Wenn der Sattel unten ist und man Bewegungsfreiheit hat ist die Wahrscheinlichkeit sich zu überschlagen mit nem niedrigen Cockpit geringer. 

@manuel123:
Fahr wo es sich für dich anbietet, halt in dem Gelände wo du Probleme hast, mit Sattel unten. Bei Steinen oder Mulden an denen man sich ggf. aufhängen konnte musste schnell und aktiv mim Körper arbeiten, sprich das Vorderrad entlasten wenn es auf den Stein/die Mulde trifft. Dann aber nicht mim Arsch zu weit hinten bleiben sondern möglichst schnell wieder Gewicht aufs Vorderrad (Körper nach vorne), damit du wieder Kontrolle hast. 
Bei kleineren Sachen kann das im Prinzip so eine Art Bunnyhopbewegung ohne wirkliches Abspringen sein. 

grüße,
Jan


----------



## MalibuDeo (5. Juni 2010)

http://de.wikipedia.org/wiki/Rotation_(Physik)
wenn du nicht bremst, sollte auch nichts passieren, da die rotationskraft das gleichgewicht für dich hält


----------



## -SHREDDER- (5. Juni 2010)

jan84 schrieb:


> Wenn der Sattel unten ist und man Bewegungsfreiheit hat ist die Wahrscheinlichkeit sich zu überschlagen mit nem niedrigen Cockpit geringer.



Ähm, bitte?! Wie meinen?! Das ist nicht Dein ernst, oder?


----------



## Kettenglied (5. Juni 2010)

MalibuDeo schrieb:


> http://de.wikipedia.org/wiki/Rotation_%28Physik%29
> wenn du nicht bremst, sollte auch nichts passieren, da die rotationskraft das gleichgewicht für dich hält



Jaja, passt schon....


----------



## Freizeit-biker (5. Juni 2010)

-SHREDDER- schrieb:


> Ähm, bitte?! Wie meinen?! Das ist nicht Dein ernst, oder?


Doooch, voller Ernst. 
Die hohe Front gibt nur das Gefühl von Sicherheit.
Schreddern ist nicht biken. Da gibts noch ein paar andere Techniken.
Der tiefe Schwerpunkt machts aus.


----------



## Kettenglied (5. Juni 2010)

Ja, aber das die größere Bewegungsfreiheit wegen des abgesenkten Sattels die Wahrscheinlichkeit über den Lenker zu gehen erhöht.....

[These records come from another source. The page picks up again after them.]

// Reading the pages: counts with separators or in words, instants in the device's zone in
// words rather than ISO text, plurals that agree, and the simulation caution once per page.

import { beforeAll, describe, expect, test } from "vitest";
import { DEMO_PASSWORDS, signUpNewOrganisation, TestClient } from "../support/client";
import { plain, UUID } from "../support/html";
import { ALL_WEEK_SCHEDULE } from "#server/engine/vocabulary";

const CAUTION = "models the configuration, not the device";
/** "Wed 2 Dec 2026, 10:00": the formatting module's day and clock (server/engine/format.ts). */
const IN_WORDS = /(Mon|Tue|Wed|Thu|Fri|Sat|Sun) \d{1,2} (Jan|Feb|Mar|Apr|May|Jun|Jul|Aug|Sep|Oct|Nov|Dec) \d{4}, \d{2}:\d{2}/;

/** What a person sees: the page without its scripts (which carry the loader data) and tags. */
function visible(html: string): string {
  return plain(html)
    .replace(/<script[\s\S]*?<\/script>/g, " ")
    .replace(/<[^>]+>/g, " ")
    .replace(/\s+/g, " ");
}

function occurrences(text: string, needle: string): number {
  return text.split(needle).length - 1;
}

let engineer: TestClient;
const deviceIds = new Map<string, string>();
const devicePath = (name: string, rest = "") => `/o/lanternfield/devices/${deviceIds.get(name)}${rest ? `/${rest}` : ""}`;

beforeAll(async () => {
  engineer = new TestClient();
  expect((await engineer.signIn(...DEMO_PASSWORDS.engineer)).status).toBe(302);
  const fleet = await engineer.get("/o/lanternfield/devices");
  for (const match of fleet.text.matchAll(new RegExp(`href="/o/lanternfield/devices/(${UUID})"[^>]*>([^<]+)<`, "g"))) deviceIds.set(match[2], match[1]);
  if (!deviceIds.has("clf-gw-02")) throw new Error("demo device clf-gw-02 not on the fleet page");
});

describe("One caution per page", () => {
  test("Every page of the device workspace shows the simulation caution exactly once, at its foot", async () => {
    const tabs = ["", "analysis", "reach", "reach?from=203.0.113.50&at=2025-03-04T10:00", "exposure", "model/interfaces", "model/rules", "model/accounts", "model/settings", "history"];
    for (const tab of tabs) {
      const page = await engineer.get(devicePath("clf-gw-02", tab));
      expect(page.status, tab).toBe(200);
      const text = visible(page.text);
      expect(occurrences(text, CAUTION), tab || "overview").toBe(1);
      expect(occurrences(page.text, 'data-testid="simulation-caution"'), tab).toBe(1);
      // At the foot: nothing of the page's own content follows it.
      expect(plain(page.text).indexOf('data-testid="simulation-caution"'), tab).toBeGreaterThan(plain(page.text).lastIndexOf('aria-label="Device"'));
    }
  });

  test("The fleet findings page shows it once; pages without simulated results do not", async () => {
    expect(occurrences(visible((await engineer.get("/o/lanternfield/findings")).text), CAUTION)).toBe(1);
    for (const path of ["/o/lanternfield/devices", "/o/lanternfield/sites", "/o/lanternfield/settings/members", "/account"]) {
      expect(occurrences(visible((await engineer.get(path)).text), CAUTION), path).toBe(0);
    }
  });
});

describe("Numbers, times and plurals", () => {
  test("Counts on the exposure map read with separators or in words, never as a bare long number", async () => {
    const page = await engineer.get(devicePath("clf-gw-02", "exposure?at=2025-03-04T10:00"));
    expect(page.status).toBe(200);
    const text = visible(page.text);
    // 2^32 addresses split by outcome (RFC 4632 §3.1): some of them are billions.
    expect(text).toMatch(/\d\.\d{2} billion/);
    // The exact figure is kept, grouped, for the title and screen readers.
    expect(plain(page.text)).toMatch(/title="\d{1,3}(,\d{3})+ addresses"/);
    expect(text).not.toMatch(/(?<![\d.,:])\d{7,}(?![\d,])/);
  });

  test("The finding texts give their counts in words (the issue's 3702390768)", async () => {
    const text = visible((await engineer.get(devicePath("clf-gw-02"))).text);
    expect(text).toContain("3.70 billion non-private sources");
    expect(text).not.toContain("3702390768");
  });

  test("Instants read in the device's zone in words, with UTC beside them, instead of ISO text", async () => {
    // clf-gw-02 keeps its clock in America/Chicago (seeders/devices/clf-gw-02.json).
    const overview = visible((await engineer.get(devicePath("clf-gw-02"))).text);
    expect(overview).toMatch(new RegExp(`${IN_WORDS.source} America/Chicago \\(((Mon|Tue|Wed|Thu|Fri|Sat|Sun) \\d{1,2} [A-Z][a-z]{2}, )?\\d{2}:\\d{2} UTC\\)`));
    const history = visible((await engineer.get(devicePath("clf-gw-02", "history"))).text);
    expect(history).toContain("When (America/Chicago)");
    expect(history).toMatch(IN_WORDS);
    // CST is UTC−6 in March before the US change (Energy Policy Act of 2005 §110: second Sunday in March, 9 March 2025).
    const reach = visible((await engineer.get(devicePath("clf-gw-02", "reach?from=203.0.113.50&at=2025-03-04T10:00"))).text);
    expect(reach).toContain("At Tue 4 Mar 2025, 10:00 America/Chicago (16:00 UTC)");
    for (const text of [overview, history, reach]) expect(text).not.toMatch(/\d{4}-\d{2}-\d{2}[T ]\d{2}:\d{2}/);
  });

  test("Counts of one take the singular: '1 account', '1 inbound rule', '1 interface'", async () => {
    const { client, slug } = await signUpNewOrganisation("reading-plurals");
    expect((await client.post(`/o/${slug}/sites`, { intent: "create", name: "Quay", customer: "", location: "" })).status).toBe(302);
    const siteId = (await client.get(`/o/${slug}/sites`)).text.match(new RegExp(`edit=(${UUID})`))?.[1];
    const created = await client.post(`/o/${slug}/devices/new`, { name: "one-of-each", siteId: siteId!, timezone: "UTC" });
    const path = created.location?.replace(/\/model\/interfaces$/, "") ?? "";
    expect(path).toMatch(new RegExp(`/devices/${UUID}$`));
    expect(visible((await client.get(path)).text)).toContain("0 interfaces · 0 inbound rules · 0 accounts");
    const save = async (section: string, fields: Record<string, string>, base: number) => {
      const response = await client.post(`${path}/model/${section}`, { ...fields, baseRevision: String(base) });
      expect(response.status, `${section}: ${plain(response.text).match(/Not saved[^<]*/)?.[0] ?? ""}`).toBe(302);
    };
    await save("interfaces", { intent: "save-interface", original: "", name: "uplink", role: "other", addresses: "192.0.2.1/24", listeners: "ssh" }, 1);
    await save("rules", { intent: "save-rule", original: "", interface: "any", sources: "any", destinations: "any", services: "ssh", schedule: ALL_WEEK_SCHEDULE, action: "allow", enabled: "on", note: "" }, 2);
    await save("accounts", { intent: "save-account", original: "", name: "ops-lena", loginSources: "", secondFactor: "totp", accessLevel: "full", enabled: "on" }, 3);
    const overview = visible((await client.get(path)).text);
    // CLDR plural rules for English: "one" for exactly 1 (Intl.PluralRules).
    expect(overview).toContain("1 interface · 1 inbound rule · 1 account");
    expect(overview).not.toMatch(/\b1 (interfaces|inbound rules|accounts)\b/);
  });
});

Du sagst doch selbst das ein tieferer Schwerpunkt das Wahre ist. Und der Schwerpunkt ist nunmal tiefer wenn man den Sattel absenkt. Da kann die Front so hoch sein wie sie will. Man sitzt ja nicht auf dem Lenker.

Überleg mal was passieren würde wenn du dir ein kleineres VR einbauen würdest. Sagen wir mal halb so groß im Durchmesser. Da rutscht man ganz automatisch nach vorne über den Lenker.


----------



## MTB-News.de




----------



## Focusracer (5. Juni 2010)

Vielleicht Bist du mit deinem körper zu nach am lenker.
Dafür muss du deinen sattel nachhinten drücken. Die zwei schrauben aufdrehen (hängt von deiner sattelstütz ab) und nachhinten schieben. dann ist dein körper weiter von lenker entfernt.
Wenn das alles nichts nützt muss du dein vorbau ändern.
Deine fahrtechnik kannst du beim berg abfahren ohne das du rüber fällst deinen bauch hinter dem sattel stellen. da fliegst du bestimmt nicht rüber ;D

MFG Focusracer


----------



## Deleted138492 (5. Juni 2010)

Wenn bei wirklich steilen Abhängen Hindernisse auftreten: Sattel runter (vorher erledigen natürlich), Arsch hinter den Sattel (nicht zu weit, sonst gibt man dem Begriff Bremsbacken eine neue Bedeutung), Vorder- sowie Hinterradbremse *dosiert* einsetzen, wenn das Hindernis kommt, Arme locker lassen, nicht verkrampfen und die VR-Bremse lösen, damit man besser drüberrollen kann, gegebenenfalls auch das VR anheben. So kommt man mit jedem Rad runter, ohne großartig was am Cockpit ändern zu müssen.


----------



## jan84 (5. Juni 2010)

Kettenglied schrieb:


> [...] Und der Schwerpunkt ist nunmal tiefer wenn man den Sattel absenkt. Da kann die Front so hoch sein wie sie will. Man sitzt ja nicht auf dem Lenker.[...]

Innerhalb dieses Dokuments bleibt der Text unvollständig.